### ABOUT THIS TASK
Restate the whole of the data verbatim, omitting nothing.
(RECORDS SHOWN begins)
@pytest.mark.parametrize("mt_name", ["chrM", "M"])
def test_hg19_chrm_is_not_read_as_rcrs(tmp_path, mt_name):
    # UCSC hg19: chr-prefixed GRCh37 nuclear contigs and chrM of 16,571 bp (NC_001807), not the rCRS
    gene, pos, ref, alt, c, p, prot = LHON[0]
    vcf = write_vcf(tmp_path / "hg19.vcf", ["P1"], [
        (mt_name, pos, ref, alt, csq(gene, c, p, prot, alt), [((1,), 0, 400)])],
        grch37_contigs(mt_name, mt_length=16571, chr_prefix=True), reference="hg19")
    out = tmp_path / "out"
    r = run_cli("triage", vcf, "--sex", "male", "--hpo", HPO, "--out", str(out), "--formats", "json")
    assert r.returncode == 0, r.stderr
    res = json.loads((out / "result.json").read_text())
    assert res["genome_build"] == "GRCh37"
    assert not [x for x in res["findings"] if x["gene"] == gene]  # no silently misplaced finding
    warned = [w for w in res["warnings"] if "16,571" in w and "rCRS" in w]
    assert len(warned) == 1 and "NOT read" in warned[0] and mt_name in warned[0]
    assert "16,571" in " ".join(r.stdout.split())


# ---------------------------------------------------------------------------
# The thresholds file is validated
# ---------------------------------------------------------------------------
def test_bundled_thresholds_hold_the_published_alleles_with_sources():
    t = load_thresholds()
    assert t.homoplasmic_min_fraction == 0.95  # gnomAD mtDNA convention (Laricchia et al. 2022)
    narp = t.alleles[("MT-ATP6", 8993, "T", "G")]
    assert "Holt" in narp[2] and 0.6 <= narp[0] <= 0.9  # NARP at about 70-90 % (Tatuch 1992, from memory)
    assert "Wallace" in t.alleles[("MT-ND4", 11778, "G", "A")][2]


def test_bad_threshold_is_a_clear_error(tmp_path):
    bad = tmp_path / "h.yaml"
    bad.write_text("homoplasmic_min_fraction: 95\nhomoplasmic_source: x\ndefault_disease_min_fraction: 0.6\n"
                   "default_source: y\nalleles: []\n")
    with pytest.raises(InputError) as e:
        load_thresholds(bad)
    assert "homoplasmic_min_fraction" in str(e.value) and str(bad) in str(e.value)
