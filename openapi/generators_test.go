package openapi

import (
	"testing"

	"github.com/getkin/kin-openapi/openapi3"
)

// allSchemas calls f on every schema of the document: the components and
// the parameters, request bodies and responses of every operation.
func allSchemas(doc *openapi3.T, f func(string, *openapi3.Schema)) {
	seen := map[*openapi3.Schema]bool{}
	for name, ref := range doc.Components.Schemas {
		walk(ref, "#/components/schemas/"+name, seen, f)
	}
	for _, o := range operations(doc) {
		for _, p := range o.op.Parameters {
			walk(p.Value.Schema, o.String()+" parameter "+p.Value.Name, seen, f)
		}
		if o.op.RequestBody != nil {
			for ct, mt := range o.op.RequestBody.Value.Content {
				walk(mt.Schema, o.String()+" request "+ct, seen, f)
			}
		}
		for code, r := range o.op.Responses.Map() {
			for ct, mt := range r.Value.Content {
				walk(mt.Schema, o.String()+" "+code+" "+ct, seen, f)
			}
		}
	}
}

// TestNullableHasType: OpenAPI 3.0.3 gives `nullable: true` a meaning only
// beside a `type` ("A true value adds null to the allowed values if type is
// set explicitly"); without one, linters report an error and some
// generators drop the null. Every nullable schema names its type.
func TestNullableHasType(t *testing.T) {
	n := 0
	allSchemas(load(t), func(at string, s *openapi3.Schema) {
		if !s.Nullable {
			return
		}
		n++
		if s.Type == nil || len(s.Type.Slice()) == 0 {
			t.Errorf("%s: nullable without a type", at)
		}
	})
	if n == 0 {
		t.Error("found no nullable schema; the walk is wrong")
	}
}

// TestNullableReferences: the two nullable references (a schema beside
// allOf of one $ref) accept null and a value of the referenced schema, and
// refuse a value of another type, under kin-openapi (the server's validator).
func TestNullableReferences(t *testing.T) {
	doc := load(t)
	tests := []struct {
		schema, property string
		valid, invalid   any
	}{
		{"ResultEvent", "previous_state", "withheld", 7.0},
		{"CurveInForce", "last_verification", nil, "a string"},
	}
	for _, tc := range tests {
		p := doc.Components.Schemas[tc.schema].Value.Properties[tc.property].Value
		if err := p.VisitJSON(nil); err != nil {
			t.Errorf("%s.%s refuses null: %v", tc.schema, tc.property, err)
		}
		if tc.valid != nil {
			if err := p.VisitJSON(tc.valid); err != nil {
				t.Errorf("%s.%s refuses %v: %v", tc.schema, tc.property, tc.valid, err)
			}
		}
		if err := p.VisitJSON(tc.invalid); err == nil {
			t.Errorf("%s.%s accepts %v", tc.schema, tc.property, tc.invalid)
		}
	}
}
(RECORDS SHOWN ends)
### SOLVED PROBLEM
@pytest.mark.parametrize("mt_name", ["chrM", "M"])
def test_hg19_chrm_is_not_read_as_rcrs(tmp_path, mt_name):
    # UCSC hg19: chr-prefixed GRCh37 nuclear contigs and chrM of 16,571 bp (NC_001807), not the rCRS
    gene, pos, ref, alt, c, p, prot = LHON[0]
    vcf = write_vcf(tmp_path / "hg19.vcf", ["P1"], [
        (mt_name, pos, ref, alt, csq(gene, c, p, prot, alt), [((1,), 0, 400)])],
        grch37_contigs(mt_name, mt_length=16571, chr_prefix=True), reference="hg19")
    out = tmp_path / "out"
    r = run_cli("triage", vcf, "--sex", "male", "--hpo", HPO, "--out", str(out), "--formats", "json")
    assert r.returncode == 0, r.stderr
    res = json.loads((out / "result.json").read_text())
    assert res["genome_build"] == "GRCh37"
    assert not [x for x in res["findings"] if x["gene"] == gene]  # no silently misplaced finding
    warned = [w for w in res["warnings"] if "16,571" in w and "rCRS" in w]
    assert len(warned) == 1 and "NOT read" in warned[0] and mt_name in warned[0]
    assert "16,571" in " ".join(r.stdout.split())


# ---------------------------------------------------------------------------
# The thresholds file is validated
# ---------------------------------------------------------------------------
def test_bundled_thresholds_hold_the_published_alleles_with_sources():
    t = load_thresholds()
    assert t.homoplasmic_min_fraction == 0.95  # gnomAD mtDNA convention (Laricchia et al. 2022)
    narp = t.alleles[("MT-ATP6", 8993, "T", "G")]
    assert "Holt" in narp[2] and 0.6 <= narp[0] <= 0.9  # NARP at about 70-90 % (Tatuch 1992, from memory)
    assert "Wallace" in t.alleles[("MT-ND4", 11778, "G", "A")][2]


def test_bad_threshold_is_a_clear_error(tmp_path):
    bad = tmp_path / "h.yaml"
    bad.write_text("homoplasmic_min_fraction: 95\nhomoplasmic_source: x\ndefault_disease_min_fraction: 0.6\n"
                   "default_source: y\nalleles: []\n")
    with pytest.raises(InputError) as e:
        load_thresholds(bad)
    assert "homoplasmic_min_fraction" in str(e.value) and str(bad) in str(e.value)
filename openapi/generators_test.go
package openapi

import (
	"testing"

	"github.com/getkin/kin-openapi/openapi3"
)

// allSchemas calls f on every schema of the document: the components and
// the parameters, request bodies and responses of every operation.
func allSchemas(doc *openapi3.T, f func(string, *openapi3.Schema)) {
	seen := map[*openapi3.Schema]bool{}
	for name, ref := range doc.Components.Schemas {
		walk(ref, "#/components/schemas/"+name, seen, f)
	}
	for _, o := range operations(doc) {
		for _, p := range o.op.Parameters {
			walk(p.Value.Schema, o.String()+" parameter "+p.Value.Name, seen, f)
		}
		if o.op.RequestBody != nil {
			for ct, mt := range o.op.RequestBody.Value.Content {
				walk(mt.Schema, o.String()+" request "+ct, seen, f)
			}
		}
		for code, r := range o.op.Responses.Map() {
			for ct, mt := range r.Value.Content {
				walk(mt.Schema, o.String()+" "+code+" "+ct, seen, f)
			}
		}
	}
}

// TestNullableHasType: OpenAPI 3.0.3 gives `nullable: true` a meaning only
// beside a `type` ("A true value adds null to the allowed values if type is
// set explicitly"); without one, linters report an error and some
// generators drop the null. Every nullable schema names its type.
func TestNullableHasType(t *testing.T) {
	n := 0
	allSchemas(load(t), func(at string, s *openapi3.Schema) {
		if !s.Nullable {
			return
		}
		n++
		if s.Type == nil || len(s.Type.Slice()) == 0 {
			t.Errorf("%s: nullable without a type", at)
		}
	})
	if n == 0 {
		t.Error("found no nullable schema; the walk is wrong")
	}
}

// TestNullableReferences: the two nullable references (a schema beside
// allOf of one $ref) accept null and a value of the referenced schema, and
// refuse a value of another type, under kin-openapi (the server's validator).
func TestNullableReferences(t *testing.T) {
	doc := load(t)
	tests := []struct {
		schema, property string
		valid, invalid   any
	}{
		{"ResultEvent", "previous_state", "withheld", 7.0},
		{"CurveInForce", "last_verification", nil, "a string"},
	}
	for _, tc := range tests {
		p := doc.Components.Schemas[tc.schema].Value.Properties[tc.property].Value
		if err := p.VisitJSON(nil); err != nil {
			t.Errorf("%s.%s refuses null: %v", tc.schema, tc.property, err)
		}
		if tc.valid != nil {
			if err := p.VisitJSON(tc.valid); err != nil {
				t.Errorf("%s.%s refuses %v: %v", tc.schema, tc.property, tc.valid, err)
			}
		}
		if err := p.VisitJSON(tc.invalid); err == nil {
			t.Errorf("%s.%s accepts %v", tc.schema, tc.property, tc.invalid)
		}
	}
}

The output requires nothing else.